For me the discussion between XML and programmatic configuration comes down not to syntax but to the type of configuration that you are doing.
If you are passing in logic, then you are doing programmatic configuarion (worded another way, if your configuration has conditionals, then it is essentially programmatic).
If you are passing in data, then you don't need programmatic configuration (data, that is, without conditionals).
If you are passing in data, then the requirements of your data will help determine your format. If you can use a database, that is usually the best format (except, of course, for information about the database).
If your data is very simple (no complex data or data sets), then an ini file will usually work.

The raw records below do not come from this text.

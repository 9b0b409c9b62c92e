package throwbench.solver.chamber;

import static org.junit.jupiter.api.Assertions.assertEquals;

import org.junit.jupiter.params.ParameterizedTest;
import org.junit.jupiter.params.provider.CsvSource;
import throwbench.solver.chamber.flow.FlowFunction;
import throwbench.solver.fluid.PerfectGas;

/**
 * Mass and energy of a turn, from nothing but the pressures that the curve gives: what flows through both valves by the
 * orifice law, and the work of the piston against the enthalpy that came and went.
 */
class ValveFlowBalanceTest {

    private static final int STATIONS = 72_000;

    @ParameterizedTest
    @CsvSource({"A,HEAD", "A,CRANK", "B,HEAD", "C,CRANK", "D,HEAD", "D,CRANK"})
    void bothValvesPassTheMassThatIsReported(FlowSample sample, Side side) {
        ChamberDuty duty = sample.duty(side);
        PressureCurve curve = FlowSample.solved(sample.valves(), duty);
        double[] p = FlowSample.pressures(curve, duty, STATIONS);
        PerfectGas gas = (PerfectGas) duty.fluid();
        double k = gas.isentropicExponent();
        double r = gas.gasConstant();
        FlowFunction law = new FlowFunction(k);
        double low = duty.lines().suctionPressure();
        double high = duty.lines().dischargePressure();
        double entered = 0;
        double left = 0;
        double leftEnergy = 0;
        for (double pressure : p) {
            entered += low * law.at(pressure / low);
            // on one isentrope: T = T_line (p/p_line)^((k−1)/k), with T_line left out here
            double temperature = Math.pow(pressure / high, (k - 1) / k);
            double flow = pressure / Math.sqrt(temperature) * law.at(high / pressure);
            left += flow;
            leftEnergy += flow * temperature;
        }
        double suctionTemperature = duty.lines().suctionTemperature().orElseThrow();
        double time = 2 * Math.PI / STATIONS / duty.meanSpeed();
        double in = entered * sample.valves().suctionFlowArea() * time / Math.sqrt(r * suctionTemperature);
        double mass = curve.massPerTurn().orElseThrow();
        assertEquals(mass, in, 1e-4 * mass);
        double lineTemperature = curve.dischargeTemperature().orElseThrow() * left / leftEnergy;
        double out = left * sample.valves().dischargeFlowArea() * time / Math.sqrt(r * lineTemperature);
        assertEquals(mass, out, 1e-4 * mass);
        assertEquals(mass * r * suctionTemperature / low, curve.inletVolumePerTurn(), 1e-12);
    }

    @ParameterizedTest
    @CsvSource({"A,HEAD", "A,CRANK", "B,CRANK", "C,HEAD", "D,HEAD", "D,CRANK"})
    void theWorkIsWhatTheGasCarriesAway(FlowSample sample, Side side) {
        // adiabatic: m c_p (T̄_discharge − T_suction) = −∮ p dV
        ChamberDuty duty = sample.duty(side);
        PressureCurve curve = FlowSample.solved(sample.valves(), duty);
        double work = FlowSample.work(FlowSample.pressures(curve, duty, STATIONS), duty);
        double carried = curve.massPerTurn().orElseThrow()
                * heatCapacity(duty)
                * (curve.dischargeTemperature().orElseThrow()
                        - duty.lines().suctionTemperature().orElseThrow());
        assertEquals(work, carried, 1e-4 * work);
    }

    private static double heatCapacity(ChamberDuty duty) {
        PerfectGas gas = (PerfectGas) duty.fluid();
        return gas.gasConstant() * gas.isentropicExponent() / (gas.isentropicExponent() - 1);
    }
}
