package throwbench.app.linkage.force;

import java.util.ArrayList;
import java.util.List;
import java.util.Optional;

/**
 * Finds a place for each label that it keeps for the whole revolution: inside the view, clear of every other label, near
 * what it names, and where the machine leaves most room.
 */
public final class LabelPlacer {

    /** A rectangle, points. */
    public record Box(double x, double y, double width, double height) {

        /** Whether two rectangles are nearer than a distance. */
        public boolean meets(Box o, double apart) {
            return x < o.x + o.width + apart
                    && o.x < x + width + apart
                    && y < o.y + o.height + apart
                    && o.y < y + height + apart;
        }

        public boolean within(Box o) {
            return x >= o.x && y >= o.y && x + width <= o.x + o.width && y + height <= o.y + o.height;
        }
    }

    /** A fully taken place costs as much as so many points of distance, at weight 1. */
    private static final double CROWD = 620;

    /** Distance of the places tried, points at weight 1. */
    private static final double STEP = 5;

    /** A label moves only to a place that is better by so many points. */
    private static final double STAY = 60;

    private final Occupancy occupancy;
    private final Box room;
    private final double apart;
    private final double step;
    private final List<Box> placed = new ArrayList<>();

    public LabelPlacer(Occupancy occupancy, Box room, double apart, double weight) {
        this.step = STEP * Math.max(1, weight);
        this.occupancy = occupancy;
        this.room = room;
        this.apart = apart;
    }

    /** Keeps a rectangle free of labels. */
    public void keepFree(Box box) {
        placed.add(box);
    }

    /**
     * Places a label of a size as near as can be to a point; empty where there is no room at all.
     *
     * @param before where it stood until now: it stays there unless another place is clearly better
     */
    public Optional<Box> place(double nearX, double nearY, double width, double height, Optional<Box> before) {
        Box best = null;
        double least = Double.POSITIVE_INFINITY;
        if (before.isPresent()) {
            Box old = new Box(before.get().x(), before.get().y(), width, height);
            if (old.within(room) && isFree(old.x(), old.y(), width, height)) {
                best = old;
                least = cost(old.x() + width / 2 - nearX, old.y() + height / 2 - nearY, width) - STAY;
                least += CROWD * occupancy.share(old.x() - 2, old.y() - 2, width + 4, height + 4);
            }
        }
        double startX = room.x();
        double startY = room.y();
        for (double y = startY; y + height <= room.y() + room.height(); y += step) {
            for (double x = startX; x + width <= room.x() + room.width(); x += step) {
                double dx = x + width / 2 - nearX;
                double dy = y + height / 2 - nearY;
                double cost = cost(dx, dy, width);
                if (cost < least) {
                    cost += CROWD * occupancy.share(x - 2, y - 2, width + 4, height + 4);
                    if (cost < least && isFree(x, y, width, height)) {
                        least = cost;
                        best = new Box(x, y, width, height);
                    }
                }
            }
        }
        if (best != null) {
            placed.add(best);
        }
        return Optional.ofNullable(best);
    }

    /** A label is wide: standing above or below is nearer than standing beside. */
    private static double cost(double dx, double dy, double width) {
        return Math.hypot(Math.max(0, Math.abs(dx) - width / 4), dy);
    }

    private boolean isFree(double x, double y, double width, double height) {
        for (int i = 0; i < placed.size(); i++) {
            Box o = placed.get(i);
            if (x < o.x() + o.width() + apart
                    && o.x() < x + width + apart
                    && y < o.y() + o.height() + apart
                    && o.y() < y + height + apart) {
                return false;
            }
        }
        return true;
    }
}
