package throwbench.solver.benchmarks;

import java.util.List;
import java.util.Map;
import java.util.Optional;
import java.util.OptionalDouble;
import throwbench.solver.chamber.Clearance;
import throwbench.solver.chamber.IdealValves;
import throwbench.solver.chamber.Side;
import throwbench.solver.fluid.PerfectGas;
import throwbench.solver.load.ConnectingRod;
import throwbench.solver.load.Crank;
import throwbench.solver.load.Friction;
import throwbench.solver.load.ReciprocatingMasses;
import throwbench.solver.machine.Chamber;
import throwbench.solver.machine.Drive;
import throwbench.solver.machine.Driver;
import throwbench.solver.machine.DutyPoint;
import throwbench.solver.machine.Limits;
import throwbench.solver.machine.Machine;
import throwbench.solver.machine.Parts;
import throwbench.solver.machine.Ranges;
import throwbench.solver.machine.ShaftPlace;
import throwbench.solver.machine.Site;
import throwbench.solver.machine.Stage;
import throwbench.solver.machine.StageConditions;
import throwbench.solver.machine.Throw;
import throwbench.solver.mechanism.Linkage;
import throwbench.solver.mechanism.Rotation;
import throwbench.solver.revolution.RunningMachine;

/** The booster that every benchmark solves: one double-acting throw on ideal valves, in line or 12 mm offset. */
final class Booster {

    static final double AMBIENT = 101_325;
    static final double SPEED = 740 * Math.PI / 30;
    static final double SUCTION = AMBIENT + 4.1e5;
    static final double DISCHARGE = AMBIENT + 11.5e5;

    private static final IdealValves VALVES =
            new IdealValves(0.03, 0.04, OptionalDouble.empty(), OptionalDouble.empty());

    private Booster() {}

    static double offset(String mechanism) {
        return switch (mechanism) {
            case "inline" -> 0;
            case "offset" -> 0.012;
            default -> throw new IllegalArgumentException(mechanism);
        };
    }

    static Machine machine(String mechanism) {
        return machine(mechanism, 0.4);
    }

    static Machine machine(String mechanism, double rodLength) {
        Throw t = new Throw(
                "A",
                new ShaftPlace(0, 0, 0),
                new Linkage(0.075, rodLength, offset(mechanism)),
                new ReciprocatingMasses(38, 24, 42),
                new ConnectingRod(55, OptionalDouble.of(0.13), OptionalDouble.of(1.35)),
                new Crank(2.1, 0),
                Friction.NONE,
                List.of(chamber("A head", Side.HEAD, 0, 0.14), chamber("A crank", Side.CRANK, 0.064, 0.16)),
                Parts.NONE,
                Limits.NONE);
        return new Machine(
                "booster",
                "",
                new Site(AMBIENT, AMBIENT, false),
                new Drive(SPEED, Rotation.COUNTER_CLOCKWISE, OptionalDouble.empty(), new Driver.ConstantSpeed(), 1),
                Map.of("biogas", new PerfectGas(0.0272, 1.29)),
                List.of(new Stage("first", "biogas", Optional.empty(), Optional.empty(), Limits.NONE)),
                List.of(t),
                List.of(duty(SPEED, SUCTION)),
                Limits.NONE,
                List.of(),
                Ranges.NONE,
                List.of());
    }

    private static Chamber chamber(String name, Side side, double innerDiameter, double clearance) {
        return new Chamber(
                name,
                side,
                Optional.of("first"),
                0.32,
                innerDiameter,
                new Clearance(clearance, true),
                VALVES,
                0,
                Limits.NONE);
    }

    static DutyPoint duty(double speed, double suctionPressure) {
        StageConditions lines = new StageConditions(
                OptionalDouble.of(suctionPressure), OptionalDouble.of(305.15), OptionalDouble.of(DISCHARGE));
        return new DutyPoint("normal", speed, Map.of("first", lines), Map.of());
    }

    static RunningMachine running(Machine machine, double speed, double suctionPressure) {
        return RunningMachine.settle(machine, duty(speed, suctionPressure)).get();
    }
}
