"""Every sentence a grower reads, in each language side by side.

A sentence is a `Words`: leaving a language out does not type-check and does not run. One that
counts is a `Counted`: its form for one, and for any other number. `{names}` are filled in by
`Reader.say`; both languages must use the same ones (tests/wording/test_catalogue.py).
A new language is a field of `Words`, and what mypy then asks for.
"""

from typing import Literal, NamedTuple, get_args

Language = Literal["en", "es"]
LANGUAGES: tuple[Language, ...] = get_args(Language)


class Words(NamedTuple):
    """A sentence in every language."""

    en: str
    es: str


class Counted(NamedTuple):
    """A sentence that counts `{n}`: for one, and for any other number."""

    one: Words
    other: Words


LANGUAGE_NAMES = {"en": "English", "es": "español"}

COMMON: dict[str, Words | Counted] = {
    "caution_title": Words(
        "Estimates to support a decision.", "Estimaciones para apoyar una decisión."
    ),
    "caution": Words(
        "Local water rights, orders and delivery rules come first; a licensed or certified "
        "agronomist’s and the grower’s own judgement overrule these figures. Check the soil "
        "before a large application. Electrical, pumping and chemical-injection work follows "
        "local code and licensed practice.",
        "Los derechos de agua, las órdenes y las reglas de entrega locales van primero; el "
        "criterio de un agrónomo titulado o certificado y el del propio agricultor prevalecen "
        "sobre estas cifras. Revise el suelo antes de un riego grande. Los trabajos eléctricos, "
        "de bombeo y de inyección de químicos siguen las normas locales y la práctica autorizada.",
    ),
    "today": Words("today", "hoy"),
    "tomorrow": Words("tomorrow", "mañana"),
    "yesterday": Words("yesterday", "ayer"),
    "hours": Words("{n} h", "{n} h"),
    "mm": Words("{n} mm", "{n} mm"),
    "inches": Words("{n} in", "{n} pulg"),
    "m3": Words("{n} m³", "{n} m³"),
    "acre_feet": Words("{n} acre-feet", "{n} acre-pies"),
}

FIELDS: dict[str, Words | Counted] = {
    "fields": Counted(
        Words("{n} field", "{n} parcela"),
        Words("{n} fields", "{n} parcelas"),
    ),
    "water_of": Counted(
        Words("water {n} of {all}", "regar {n} de {all}"),
        Words("water {n} of {all}", "regar {n} de {all}"),
    ),
}

# net radiation's rungs, by number
RUNGS = (
    Words("none", "ninguna"),
    Words("four measured components", "cuatro componentes medidas"),
    Words("measured sunlight and sky", "luz solar y cielo medidos"),
    Words("a net radiation sensor", "un sensor de radiación neta"),
    Words("a model taught by measurements", "un modelo ajustado a mediciones"),
    Words("a model from measured sunlight", "un modelo con luz solar medida"),
    Words("a model from neighbours’ sunlight", "un modelo con luz solar de estaciones vecinas"),
    Words("a model from hours of sunshine", "un modelo con horas de sol"),
    Words("a model from temperatures", "un modelo con temperaturas"),
    Words("the usual for the date", "lo habitual para la fecha"),
)

LETTER: dict[str, Words | Counted] = {
    "subject": Words(
        "Week of {day}: {water}, {farm}",
        "Semana del {day}: {water}, {farm}",
    ),
    "subject_none": Words("no water needed", "no hace falta regar"),
    "subject_correction": Words(
        "Correction {n}, week of {day}: {water}, {farm}",
        "Corrección {n}, semana del {day}: {water}, {farm}",
    ),
    "week_of": Words("{farm}, week of {day}", "{farm}, semana del {day}"),
    "title_none": Words("No field needs water this week", "Ninguna parcela necesita agua"),
    "title_all": Words("Water all your fields this week", "Riegue todas sus parcelas esta semana"),
    "title_one": Words("Water {field} this week", "Riegue {field} esta semana"),
    "title": Words(
        "Water {n} of your {all} fields this week", "Riegue {n} de sus {all} parcelas esta semana"
    ),
    "correction": Words(
        "This is correction {n}: it takes the place of this week’s letter. The advice has changed "
        "for {fields}.",
        "Esta es la corrección {n}: reemplaza la carta de esta semana. El consejo cambió para "
        "{fields}.",
    ),
    "first": Words("First:", "Antes que nada:"),
    "doubt_stale": Words(
        "{fields}: unsure. {station} has sent no weather since {day}. Look at the soil before you "
        "decide.",
        "{fields}: sin certeza. {station} no ha enviado datos desde el {day}. Revise el suelo "
        "antes de decidir.",
    ),
    "doubt_silent": Words(
        "{fields}: unsure. {station} has sent no weather at all. Look at the soil before you "
        "decide.",
        "{fields}: sin certeza. {station} no ha enviado ningún dato. Revise el suelo antes de "
        "decidir.",
    ),
    "doubt_range": Words(
        "{fields}: unsure. The range is wide, {days} between early and late. Look at the soil "
        "before you decide.",
        "{fields}: sin certeza. El margen es amplio, {days} entre lo temprano y lo tardío. Revise "
        "el suelo antes de decidir.",
    ),
    "doubt_other": Words(
        "{fields}: unsure. Look at the soil before you decide.",
        "{fields}: sin certeza. Revise el suelo antes de decidir.",
    ),
    "doubt_morning": Words(
        "These figures are of {day}; nothing newer has been worked out.",
        "Estas cifras son del {day}; no se ha calculado nada más reciente.",
    ),
    "no_chance": Words(
        "{field} will pass its limit and cannot be watered this week: it must be kept off, or its "
        "system is not free.",
        "{field} pasará su límite y no puede regarse esta semana: no se debe regar, o su sistema "
        "no está libre.",
    ),
    "no_chance_in_time": Words(
        "{field} passes its limit before water can reach it.",
        "{field} pasa su límite antes de que el agua pueda llegar.",
    ),
    "falling_behind": Words(
        "{field}: the system cannot keep up with the crop’s use.",
        "{field}: el sistema no alcanza a reponer lo que consume el cultivo.",
    ),
    "day": Words("Day", "Día"),
    "field": Words("Field", "Parcela"),
    "run": Words("Run", "Tiempo"),
    "gross": Words("Apply (gross)", "Aplicar (bruto)"),
    "expected": Words(
        "* if the weather and the water before it go as expected",
        "* si el tiempo y el riego anterior resultan como se espera",
    ),
    "done": Words("Done", "Hecho"),
    "otherwise": Words("Did something else", "Hice otra cosa"),
    "decided": Words(
        "† set by your advisor, in place of the advice reckoned",
        "† fijado por su asesor, en lugar del consejo calculado",
    ),
    "withheld": Words(
        "Your advisor asks you not to water {field} through {day}.",
        "Su asesor le pide no regar {field} hasta el {day} inclusive.",
    ),
    "withheld_note": Words(
        "Your advisor asks you not to water {field} through {day}: {note}",
        "Su asesor le pide no regar {field} hasta el {day} inclusive: {note}",
    ),
    "rest": Counted(
        Words("{fields} needs no water this week.", "{fields} no necesita agua esta semana."),
        Words("{fields} need no water this week.", "{fields} no necesitan agua esta semana."),
    ),
    "from_advisor": Words("From your advisor.", "De su asesor."),
    "signed": Words("{name}", "{name}"),
    "signed_for": Words("{name}, for {advisor}", "{name}, en lugar de {advisor}"),
    "last_week": Words("Last week, {first} to {last}", "La semana pasada, del {first} al {last}"),
    "used": Words("Crop used", "Consumo del cultivo"),
    "rain": Words("Rain", "Lluvia"),
    "applied": Words("You applied", "Usted aplicó"),
    "whole_farm": Words("By area, all fields", "Según superficie, todas"),
    "applied_gross": Words(
        "Applied is gross, as it is entered. Fields without an entry may have been watered: answer "
        "with the links above.",
        "Lo aplicado es bruto, según lo anotado. Una parcela sin anotación puede haberse regado: "
        "responda con los enlaces de arriba.",
    ),
    "energy": Words(
        "How the energy the crops received was obtained: {ways}.",
        "Cómo se obtuvo la energía que recibieron los cultivos: {ways}.",
    ),
    "energy_way": Words("at {station}, {ways}", "en {station}, {ways}"),
    "energy_days": Counted(
        Words("{way} on {n} day", "{way} {n} día"),
        Words("{way} on {n} days", "{way} {n} días"),
    ),
    "energy_none": Words(
        "There was no record of the energy the crops received.",
        "No hubo registro de la energía que recibieron los cultivos.",
    ),
    "days": Counted(Words("{n} day", "{n} día"), Words("{n} days", "{n} días")),
    "chart": Words("How dry the soil is on {day}", "Qué tan seco está el suelo el {day}"),
    "chart_key": Words(
        "Bar: depletion. Tick: the limit. Light band: the range.",
        "Barra: agotamiento. Marca: el límite. Franja clara: el margen.",
    ),
    "chart_alt": Words(
        "How dry the soil is, as a share of the limit: {fields}.",
        "Qué tan seco está el suelo, como parte del límite: {fields}.",
    ),
    "chart_share": Words("{field} {share}", "{field} {share}"),
    "on_page": Words("Your farm’s page", "La página de su finca"),
    "change": Words("Language, units, day or pause", "Idioma, unidades, día o pausa"),
    "stop": Words("Stop these letters", "No recibir más estas cartas"),
    "calendar_name": Words("Watering, {farm}", "Riegos, {farm}"),
    "calendar_item": Words("Water {field}: {hours} ({depth})", "Regar {field}: {hours} ({depth})"),
}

If your data has complex relationships (data that contains other data or contains multiples of some kind), then XML (while not perfect) is a nice format that is very universal.
When dealing with lists, for example, where the value of the list at a given position matters, often XML is a better format. It is more verbose, but that adds clarity.
You are also introducing another dimension which I have not tackled, but that I think could be very valuable if done right. That is whether your configuration data should be centralized or distributed.
As you have referenced, centralized data is handy but can grow too large.
If you can figure out a good mechanism for distributing configuration data, I would certainly be interested.
I use an XML file to define the components in use for a site. This works very well, but doesn't really allow me to have a component easil register itself in the configuration (I like my components to self-install as much as possible).
I don't have anything that I am totally satisfied with yet, but to me, distributed configuration just feels more natural and waaay more cohesive. But, it might be a pipe dream.